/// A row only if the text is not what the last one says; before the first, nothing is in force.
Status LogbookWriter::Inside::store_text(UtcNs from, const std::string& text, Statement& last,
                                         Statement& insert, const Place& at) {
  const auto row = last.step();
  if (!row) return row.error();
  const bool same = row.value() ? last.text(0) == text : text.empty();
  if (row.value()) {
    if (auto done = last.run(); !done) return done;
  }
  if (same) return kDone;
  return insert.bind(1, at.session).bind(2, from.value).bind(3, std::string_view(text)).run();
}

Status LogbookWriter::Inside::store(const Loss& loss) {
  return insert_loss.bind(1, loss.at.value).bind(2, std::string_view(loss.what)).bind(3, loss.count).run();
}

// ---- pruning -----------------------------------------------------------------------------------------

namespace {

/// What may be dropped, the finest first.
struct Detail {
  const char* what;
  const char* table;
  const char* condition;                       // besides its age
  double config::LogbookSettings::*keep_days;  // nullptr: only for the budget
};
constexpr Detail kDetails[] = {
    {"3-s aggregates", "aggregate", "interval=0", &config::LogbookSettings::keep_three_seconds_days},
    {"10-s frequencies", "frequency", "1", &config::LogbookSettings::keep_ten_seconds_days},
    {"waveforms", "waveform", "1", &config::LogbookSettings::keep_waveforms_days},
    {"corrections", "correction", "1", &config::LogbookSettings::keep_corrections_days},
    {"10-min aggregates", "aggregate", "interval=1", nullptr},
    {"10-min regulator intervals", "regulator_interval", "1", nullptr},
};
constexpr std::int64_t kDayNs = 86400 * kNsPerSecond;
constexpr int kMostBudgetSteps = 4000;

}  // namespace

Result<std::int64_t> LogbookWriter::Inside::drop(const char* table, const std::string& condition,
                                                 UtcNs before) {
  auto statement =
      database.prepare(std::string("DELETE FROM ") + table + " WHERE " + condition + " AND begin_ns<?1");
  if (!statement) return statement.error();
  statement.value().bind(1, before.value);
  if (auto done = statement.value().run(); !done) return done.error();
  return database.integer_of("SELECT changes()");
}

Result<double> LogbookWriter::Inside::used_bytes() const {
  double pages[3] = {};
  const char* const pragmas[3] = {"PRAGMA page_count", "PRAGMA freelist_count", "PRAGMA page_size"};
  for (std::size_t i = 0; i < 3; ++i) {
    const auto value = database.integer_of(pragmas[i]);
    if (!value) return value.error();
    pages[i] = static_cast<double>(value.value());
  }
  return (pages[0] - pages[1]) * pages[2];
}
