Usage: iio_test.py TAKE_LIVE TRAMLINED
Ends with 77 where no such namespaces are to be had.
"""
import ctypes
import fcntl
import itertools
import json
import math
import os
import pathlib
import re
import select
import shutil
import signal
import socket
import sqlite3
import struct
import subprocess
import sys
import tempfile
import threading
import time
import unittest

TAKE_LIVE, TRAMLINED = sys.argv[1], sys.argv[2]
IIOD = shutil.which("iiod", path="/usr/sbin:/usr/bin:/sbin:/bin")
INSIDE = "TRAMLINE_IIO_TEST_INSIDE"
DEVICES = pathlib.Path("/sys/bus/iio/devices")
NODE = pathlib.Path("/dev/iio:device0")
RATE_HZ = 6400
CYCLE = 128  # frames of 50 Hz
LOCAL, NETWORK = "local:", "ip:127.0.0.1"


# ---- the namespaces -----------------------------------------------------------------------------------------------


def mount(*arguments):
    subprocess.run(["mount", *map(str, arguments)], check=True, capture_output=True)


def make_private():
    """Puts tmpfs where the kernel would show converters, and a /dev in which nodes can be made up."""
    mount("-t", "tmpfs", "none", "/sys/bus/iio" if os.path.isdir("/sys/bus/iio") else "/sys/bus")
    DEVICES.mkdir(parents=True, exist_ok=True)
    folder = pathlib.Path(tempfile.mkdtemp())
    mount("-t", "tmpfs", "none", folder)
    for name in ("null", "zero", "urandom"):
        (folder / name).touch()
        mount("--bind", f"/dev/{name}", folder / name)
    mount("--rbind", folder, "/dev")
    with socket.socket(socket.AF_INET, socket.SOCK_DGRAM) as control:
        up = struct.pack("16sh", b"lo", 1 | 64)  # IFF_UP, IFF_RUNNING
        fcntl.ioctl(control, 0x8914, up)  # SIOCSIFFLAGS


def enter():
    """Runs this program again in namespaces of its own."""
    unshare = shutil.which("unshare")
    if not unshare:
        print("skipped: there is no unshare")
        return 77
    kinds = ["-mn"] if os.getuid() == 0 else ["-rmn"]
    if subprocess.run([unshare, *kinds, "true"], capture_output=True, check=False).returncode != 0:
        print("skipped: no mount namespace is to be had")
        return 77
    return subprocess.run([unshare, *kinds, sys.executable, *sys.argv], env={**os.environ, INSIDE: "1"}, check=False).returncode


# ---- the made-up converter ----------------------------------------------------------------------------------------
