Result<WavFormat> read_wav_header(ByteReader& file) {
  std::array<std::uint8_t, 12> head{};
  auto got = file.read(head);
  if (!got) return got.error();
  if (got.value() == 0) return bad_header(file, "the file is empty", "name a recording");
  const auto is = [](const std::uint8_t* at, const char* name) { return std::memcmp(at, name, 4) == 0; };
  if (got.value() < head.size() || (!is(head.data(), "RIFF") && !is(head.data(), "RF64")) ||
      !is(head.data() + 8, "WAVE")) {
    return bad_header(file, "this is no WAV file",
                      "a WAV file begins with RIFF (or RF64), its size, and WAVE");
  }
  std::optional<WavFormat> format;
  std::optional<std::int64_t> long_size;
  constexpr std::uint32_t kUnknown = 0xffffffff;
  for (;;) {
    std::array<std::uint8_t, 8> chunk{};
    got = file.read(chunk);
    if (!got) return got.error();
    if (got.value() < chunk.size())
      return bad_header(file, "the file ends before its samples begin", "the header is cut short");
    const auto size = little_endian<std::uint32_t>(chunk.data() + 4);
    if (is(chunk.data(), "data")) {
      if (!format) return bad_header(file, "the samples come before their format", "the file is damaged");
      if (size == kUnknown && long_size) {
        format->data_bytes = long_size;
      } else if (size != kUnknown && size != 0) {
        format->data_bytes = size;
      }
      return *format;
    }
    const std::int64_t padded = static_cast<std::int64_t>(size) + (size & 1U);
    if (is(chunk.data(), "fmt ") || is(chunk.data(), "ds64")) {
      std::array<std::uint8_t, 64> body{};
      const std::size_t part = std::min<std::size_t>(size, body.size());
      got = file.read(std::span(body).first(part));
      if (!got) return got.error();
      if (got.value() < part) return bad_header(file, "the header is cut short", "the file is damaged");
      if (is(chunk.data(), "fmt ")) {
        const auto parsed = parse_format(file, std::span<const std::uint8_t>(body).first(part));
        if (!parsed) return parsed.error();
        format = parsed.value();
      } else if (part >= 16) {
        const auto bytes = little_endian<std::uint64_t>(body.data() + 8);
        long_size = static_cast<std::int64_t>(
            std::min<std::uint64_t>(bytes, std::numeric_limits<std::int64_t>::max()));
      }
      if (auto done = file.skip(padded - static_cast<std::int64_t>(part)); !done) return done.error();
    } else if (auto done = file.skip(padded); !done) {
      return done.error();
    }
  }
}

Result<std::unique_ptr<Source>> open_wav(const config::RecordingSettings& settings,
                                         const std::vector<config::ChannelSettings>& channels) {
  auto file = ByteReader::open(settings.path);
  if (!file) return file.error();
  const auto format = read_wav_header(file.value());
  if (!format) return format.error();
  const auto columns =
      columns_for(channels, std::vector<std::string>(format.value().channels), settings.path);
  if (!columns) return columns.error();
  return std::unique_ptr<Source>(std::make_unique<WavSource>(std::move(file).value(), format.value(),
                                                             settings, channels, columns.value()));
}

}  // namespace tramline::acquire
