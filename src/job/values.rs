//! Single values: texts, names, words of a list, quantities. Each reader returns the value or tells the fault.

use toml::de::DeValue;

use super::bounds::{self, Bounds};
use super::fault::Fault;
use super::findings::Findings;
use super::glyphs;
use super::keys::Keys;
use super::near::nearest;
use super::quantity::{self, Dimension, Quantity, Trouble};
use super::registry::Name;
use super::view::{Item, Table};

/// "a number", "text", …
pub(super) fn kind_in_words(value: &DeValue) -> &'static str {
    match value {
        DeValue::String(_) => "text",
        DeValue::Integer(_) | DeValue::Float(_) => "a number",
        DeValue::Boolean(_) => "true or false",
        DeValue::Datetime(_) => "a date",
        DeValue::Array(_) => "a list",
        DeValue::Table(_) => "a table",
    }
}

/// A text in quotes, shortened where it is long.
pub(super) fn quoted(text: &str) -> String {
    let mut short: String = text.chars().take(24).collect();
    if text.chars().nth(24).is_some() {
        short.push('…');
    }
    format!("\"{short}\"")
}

.....

→ **Task goal**
All lines in the data above from the one with "use super::keys::Keys;" through the one with "pub(super) fn quoted(text: &str)" must be repeated exactly, and no others.

→ **Output below**
use super::keys::Keys;
use super::near::nearest;
use super::quantity::{self, Dimension, Quantity, Trouble};
use super::registry::Name;
use super::view::{Item, Table};

/// "a number", "text", …
pub(super) fn kind_in_words(value: &DeValue) -> &'static str {
    match value {
        DeValue::String(_) => "text",
        DeValue::Integer(_) | DeValue::Float(_) => "a number",
        DeValue::Boolean(_) => "true or false",
        DeValue::Datetime(_) => "a date",
        DeValue::Array(_) => "a list",
        DeValue::Table(_) => "a table",
    }
}

/// A text in quotes, shortened where it is long.
pub(super) fn quoted(text: &str) -> String {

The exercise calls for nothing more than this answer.